**Instructions to follow**
Please transcribe the data that follows exactly, from its first line through the line that contains "the network's cap".

Records drawn from a dataset:
Start of Block

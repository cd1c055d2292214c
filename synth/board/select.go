package board

import (
	"context"
	"slices"
	"sort"
	"unsafe"

	"github.com/ohmfit/ohmfit/constraints"
)

// item is one design of one network as the selection sees it: the set of
// physical values it uses (ids into the board's value table, ascending, no
// repeats) and its tie keys.
type item struct {
	vals []int32
	rel  float64 // goal error relative to the network's cap
	pow  float64 // total power
	idx  int     // index in the network's design list
}

// objective is a selection's score, compared lexicographically: distinct
// values, then the largest relative error, then the total power (the last
// two with the contract's tie tolerances).
type objective struct {
	distinct int
	rel, pow float64
}

// better reports whether a is strictly better than b.
func (a objective) better(b objective) bool {
	if a.distinct != b.distinct {
		return a.distinct < b.distinct
	}
	if !constraints.Same(a.rel, b.rel) {
		return a.rel < b.rel
	}
	return a.pow < b.pow && !constraints.Same(a.pow, b.pow)
}

// selection is the outcome of select.
type selection struct {
	choice []int // per network, index into its item list
	obj    objective
	// proven: no selection with fewer distinct values exists (over the
	// items given).
	proven bool
	// bound is a proven lower bound on the distinct values of any
	// selection; it equals obj.distinct when proven.
	bound int
	// tiesProven: among selections with obj.distinct values, none is
	// better on the tie keys.
	tiesProven bool
	nodes      int64
	out        bool // a stage stopped at the budget or the context
}

// prune drops, within each network, every item whose value set contains
// another item's and that is no better on either tie key: swapping it for
// the other never adds a value nor worsens the objective, so the optimum is
// unchanged. Of items equal in values and keys the first is kept.
func prune(nets [][]item) [][]item {
	out := make([][]item, len(nets))
	for r, its := range nets {
		order := make([]int, len(its))
		for i := range order {
			order[i] = i
		}
		// Smaller sets first, so a dominating item is always seen before
		// the items it dominates (a set contains only sets no larger).
		sort.SliceStable(order, func(a, b int) bool { return len(its[order[a]].vals) < len(its[order[b]].vals) })
		var kept []item
		for _, i := range order {
			a := its[i]
			dominated := false
			for _, b := range kept {
				if subset(b.vals, a.vals) && le(b.rel, a.rel) && le(b.pow, a.pow) {
					dominated = true
					break
				}
			}
			if !dominated {
				kept = append(kept, a)
			}
		}
		// Back to the network's own order (by error).
		sort.SliceStable(kept, func(a, b int) bool { return kept[a].idx < kept[b].idx })
		out[r] = kept
	}
	return out
}

func le(x, y float64) bool { return x <= y || constraints.Same(x, y) }

// subset reports whether sorted a is a subset of sorted b.
func subset(a, b []int32) bool {
	j := 0
	for _, v := range a {
		for j < len(b) && b[j] < v {
			j++
		}
		if j == len(b) || b[j] != v {
			return false
		}
		j++
	}
	return true
}

// selector holds the state of the exact search over value sets.
type selector struct {
	ctx    context.Context
	nets   [][]item
	nvals  int
	in     []bool  // value id -> in the current set
	used   []int32 // the current set, in the order added
	k      int     // most values allowed
	enum   bool    // enumerate every set of k values (tie keys) rather than stop at the first
	memo   map[string]struct{}
	nodes  int64
	budget int64
	out    bool // the budget ran out (or the context ended)

	best    objective
	bestSet []int32
	key     []int32
	taken   []bool // scratch for the packing bound
	levels  [][][]int
}

// fitNew returns how many of item it's values are not in the set.
func (s *selector) fitNew(it *item) int {
	n := 0
	for _, v := range it.vals {
		if !s.in[v] {
			n++
		}
	}
	return n
}

// run searches below the current set. fit[r] lists network r's items that
// still fit (whose new values are within the slack). It returns true when
// a set was found and the search is not enumerating.
func (s *selector) run(fit [][]int, depth int) bool {
	s.nodes++
	if s.nodes > s.budget || (s.nodes&1023 == 0 && s.ctx.Err() != nil) {
		s.out = true
		return false
	}
	s.key = append(s.key[:0], s.used...)
	slices.Sort(s.key)
	// The set's key: its ids' bytes, copied (s.key is reused below).
	key := string(unsafe.Slice((*byte)(unsafe.Pointer(unsafe.SliceData(s.key))), 4*len(s.key)))
	if _, seen := s.memo[key]; seen {
		return false
	}
	remember := func() {
		if len(s.memo) < maxMemo {
			s.memo[key] = struct{}{}
		}
	}
	slack := s.k - len(s.used)
	for len(s.levels) <= depth+1 {
		s.levels = append(s.levels, make([][]int, len(s.nets)))
	}
	next := s.levels[depth+1]
	branch, fewest := -1, 0
	relLB := 0.0
	type need struct{ r, min int }
	var needs []need
	for r, its := range s.nets {
		list := next[r][:0]
		minNew, minRel := slack+1, 0.0
		for _, i := range fit[r] {
			n := s.fitNew(&its[i])
			if n > slack {
				continue
			}
			list = append(list, i)
			if n < minNew {
				minNew = n
			}
			if len(list) == 1 || its[i].rel < minRel {
				minRel = its[i].rel
			}
		}
		next[r] = list
		if len(list) == 0 {
			remember()
			return false
		}
		relLB = max(relLB, minRel)
		if minNew > 0 {
			needs = append(needs, need{r, minNew})
			if branch < 0 || len(list) < fewest {
				branch, fewest = r, len(list)
			}
		}
	}
	if s.enum && s.bestSet != nil && relLB > s.best.rel && !constraints.Same(relLB, s.best.rel) {
		remember()
		return false
	}
	if branch < 0 {
		// Every network has a design inside the set.
		if !s.enum {
			s.bestSet = append([]int32(nil), s.used...)
			return true
		}
		if o := s.evaluate(s.used); s.bestSet == nil || o.better(s.best) {
			s.best, s.bestSet = o, append([]int32(nil), s.used...)
		}
		remember()
		return false
	}
	// Packing bound: networks whose possible new values are pairwise
	// disjoint each need their own; their least needs add up.
	if len(needs) > 1 {
		sort.Slice(needs, func(a, b int) bool { return needs[a].min > needs[b].min })
		clear(s.taken)
		sum := 0
		for _, nd := range needs {
			disjoint := true
			for _, i := range next[nd.r] {
				for _, v := range s.nets[nd.r][i].vals {
					if !s.in[v] && s.taken[v] {
						disjoint = false
					}
				}
			}
			if !disjoint {
				continue
			}
			for _, i := range next[nd.r] {
				for _, v := range s.nets[nd.r][i].vals {
					if !s.in[v] {
						s.taken[v] = true
					}
				}
			}
			if sum += nd.min; sum > slack {
				remember()
				return false
			}
		}
	}
	// Branch on the network with the fewest fitting designs. Of designs
	// whose new values contain another's, only the smaller is tried: any
	// complete set reached through the larger contains one reachable
	// through the smaller.
	var adds [][]int32
	for _, i := range next[branch] {
		var add []int32
		for _, v := range s.nets[branch][i].vals {
			if !s.in[v] {
				add = append(add, v)
			}
		}
		adds = append(adds, add)
	}
	order := make([]int, len(adds))
	for i := range order {
		order[i] = i
	}
	sort.SliceStable(order, func(a, b int) bool { return len(adds[order[a]]) < len(adds[order[b]]) })
	tried := map[addKey]bool{}
	for _, o := range order {
		add := adds[o]
		if triedSubset(tried, add) {
			continue
		}
		tried[keyOf(add)] = true
		for _, v := range add {
			s.in[v] = true
		}
		s.used = append(s.used, add...)
		found := s.run(next, depth+1)
		s.used = s.used[:len(s.used)-len(add)]
		for _, v := range add {
			s.in[v] = false
		}
		if found || s.out {
			return found
		}
	}
	remember()
	return false
}

// addKey is a set of at most maxAdd value ids, ascending, padded with -1,
// usable as a map key.
type addKey [maxAdd]int32

// maxAdd is the most new values one design can add that triedSubset looks
// up by its subsets; a longer add is never skipped (which is always safe).
const maxAdd = 8

func keyOf(add []int32) addKey {
	var k addKey
	for i := range k {
		k[i] = -1
	}
	copy(k[:], add)
	return k
}

// triedSubset reports whether some non-empty subset of add (ascending) was
// tried already: every one of its 2^len(add) - 1 subsets is looked up.
func triedSubset(tried map[addKey]bool, add []int32) bool {
	if len(add) > maxAdd || len(tried) == 0 {
		return false
	}
	var sub [maxAdd]int32
	for mask := 1; mask < 1<<len(add); mask++ {
		n := 0
		for i, v := range add {
			if mask&(1<<i) != 0 {
				sub[n] = v
				n++
			}
		}
		if tried[keyOf(sub[:n])] {
			return true
		}
	}
	return false
}

// maxMemo bounds the remembered sets (about 100 MB at most).
const maxMemo = 1 << 20

// evaluate scores a value set: each network takes, of its designs inside
// the set, one with the least relative error; the largest of those is the
// set's relative error; then each network takes its lowest-power design
// inside the set within that error, and those powers add up.
func (s *selector) evaluate(set []int32) objective {
	o, _ := evaluateSet(s.nets, s.nvals, set)
	return o
}

// evaluateSet is evaluate with the choice it implies (first in list order
// among equals).
func evaluateSet(nets [][]item, nvals int, set []int32) (objective, []int) {
	in := make([]bool, nvals)
	for _, v := range set {
		in[v] = true
	}
	inside := func(it *item) bool {
		for _, v := range it.vals {
			if !in[v] {
				return false
			}
		}
		return true
	}
	o := objective{distinct: len(set)}
	for _, its := range nets {
		m := -1.0
		for i := range its {
			if inside(&its[i]) && (m < 0 || its[i].rel < m) {
				m = its[i].rel
			}
		}
		o.rel = max(o.rel, m)
	}
	choice := make([]int, len(nets))
	for r, its := range nets {
		choice[r] = -1
		for i := range its {
			if !inside(&its[i]) || !le(its[i].rel, o.rel) {
				continue
			}
			if c := choice[r]; c < 0 || (its[i].pow < its[c].pow && !constraints.Same(its[i].pow, its[c].pow)) {
				choice[r] = i
			}
		}
		o.pow += its[choice[r]].pow
	}
	return o, choice
}

// union returns the values a choice uses, ascending.
func union(nets [][]item, choice []int) []int32 {
	var set []int32
	for r, c := range choice {
		set = append(set, nets[r][c].vals...)
	}
	slices.Sort(set)
	return slices.Compact(set)
}

// greedy builds a selection network by network (fewest designs first),
// each taking the design that adds the fewest new values, then improves it
// locally: a network switches design when that shrinks the set, and a
// value is dropped when every network still has a design without it.
func greedy(nets [][]item, nvals int) []int32 {
	order := make([]int, len(nets))
	for i := range order {
		order[i] = i
	}
	sort.SliceStable(order, func(a, b int) bool { return len(nets[order[a]]) < len(nets[order[b]]) })
	count := make([]int, nvals)
	choice := make([]int, len(nets))
	cost := func(it *item) int {
		n := 0
		for _, v := range it.vals {
			if count[v] == 0 {
				n++
			}
		}
		return n
	}
	for _, r := range order {
		best, bc := 0, -1
		for i := range nets[r] {
			if c := cost(&nets[r][i]); bc < 0 || c < bc {
				best, bc = i, c
			}
		}
		choice[r] = best
		for _, v := range nets[r][best].vals {
			count[v]++
		}
	}
	for improved := true; improved; {
		improved = false
		for _, r := range order {
			cur := &nets[r][choice[r]]
			for _, v := range cur.vals {
				count[v]--
			}
			here := cost(cur)
			best := choice[r]
			for i := range nets[r] {
				if c := cost(&nets[r][i]); c < here {
					best, here = i, c
				}
			}
			if best != choice[r] {
				improved = true
				choice[r] = best
			}
			for _, v := range nets[r][choice[r]].vals {
				count[v]++
			}
		}
	}
	set := union(nets, choice)
	// Drop values no network needs.
	for i := 0; i < len(set); {
		trial := slices.Delete(slices.Clone(set), i, i+1)
		if feasible(nets, nvals, trial) {
			set = trial
			continue
		}
		i++
	}
	return set
}

// feasible reports whether every network has a design inside set.
func feasible(nets [][]item, nvals int, set []int32) bool {
	in := make([]bool, nvals)
	for _, v := range set {
		in[v] = true
	}
	for _, its := range nets {
		ok := false
		for i := range its {
			all := true
			for _, v := range its[i].vals {
				if !in[v] {
					all = false
					break
				}
			}
			if all {
				ok = true
				break
			}
		}
		if !ok {
			return false
		}
	}
	return true
}

// choose solves the selection over pruned item lists. The greedy set gives
// a first upper bound. Then, with half the node budget, a search over value
// sets looks for a set of one value fewer than the best so far, again and
// again (a set that exists is usually found fast): a search that finishes
// without one proves the best so far minimal. If the budget ends first,
// the rest of it goes to the lower bound: for k from the trivial bound (the
// most values any network's smallest design needs) upwards, each finished
// search without a set proves k values too few. With the minimum proven,
// every set of that size is enumerated (bounded by the relative error) for
// the tie keys, with what is left of the budget.
func choose(ctx context.Context, nets [][]item, nvals int, budget int64) selection {
	set := greedy(nets, nvals)
	bestObj, _ := evaluateSet(nets, nvals, set)
	s := &selector{ctx: ctx, nets: nets, nvals: nvals, in: make([]bool, nvals), taken: make([]bool, nvals)}
	all := make([][]int, len(nets))
	lb := 0
	for r, its := range nets {
		all[r] = make([]int, len(its))
		m := -1
		for i := range its {
			all[r][i] = i
			if m < 0 || len(its[i].vals) < m {
				m = len(its[i].vals)
			}
		}
		lb = max(lb, m)
	}
	sel := selection{bound: lb}
	// search runs one stage: is there a set of at most k values? It
	// reports whether one was found and whether the stage finished.
	search := func(k int, until int64) (found, finished bool) {
		s.k, s.memo, s.bestSet, s.out, s.budget = k, map[string]struct{}{}, nil, false, until
		found = s.run(all, 0)
		if s.out {
			sel.out = true
			return false, false
		}
		return found, true
	}
	// take makes the set found the best so far: the values its choice
	// uses (they may be fewer than the set's).
	take := func() {
		_, ch := evaluateSet(nets, nvals, s.bestSet)
		set = union(nets, ch)
		bestObj, _ = evaluateSet(nets, nvals, set)
	}
	proven := bestObj.distinct <= lb
	for !proven && bestObj.distinct > lb {
		found, finished := search(bestObj.distinct-1, budget/2)
		if !finished {
			break
		}
		if !found {
			proven = true
			break
		}
		take()
	}
	if proven {
		sel.bound = bestObj.distinct
	} else {
		for k := lb; k < bestObj.distinct; k++ {
			found, finished := search(k, budget)
			if !finished {
				break
			}
			if found {
				take()
				proven = true
				break
			}
			sel.bound = k + 1
		}
		if sel.bound >= bestObj.distinct {
			proven = true
		}
	}
	if proven {
		sel.bound = bestObj.distinct
		// Every set of the minimal size, for the tie keys.
		s.k, s.memo, s.enum, s.out, s.budget = bestObj.distinct, map[string]struct{}{}, true, false, budget
		s.best, s.bestSet = bestObj, set
		s.run(all, 0)
		sel.out = sel.out || s.out
		set, bestObj = s.bestSet, s.best
		sel.tiesProven = !s.out
	}
	sel.proven = proven
	sel.obj, sel.choice = evaluateSet(nets, nvals, set)
	sel.nodes = s.nodes
	return sel
}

End of Block

**Written solution**
repository cd1c055d2292214c
filename synth/board/select.go
package board

import (
	"context"
	"slices"
	"sort"
	"unsafe"

	"github.com/ohmfit/ohmfit/constraints"
)

// item is one design of one network as the selection sees it: the set of
// physical values it uses (ids into the board's value table, ascending, no
// repeats) and its tie keys.
type item struct {
	vals []int32
	rel  float64 // goal error relative to the network's cap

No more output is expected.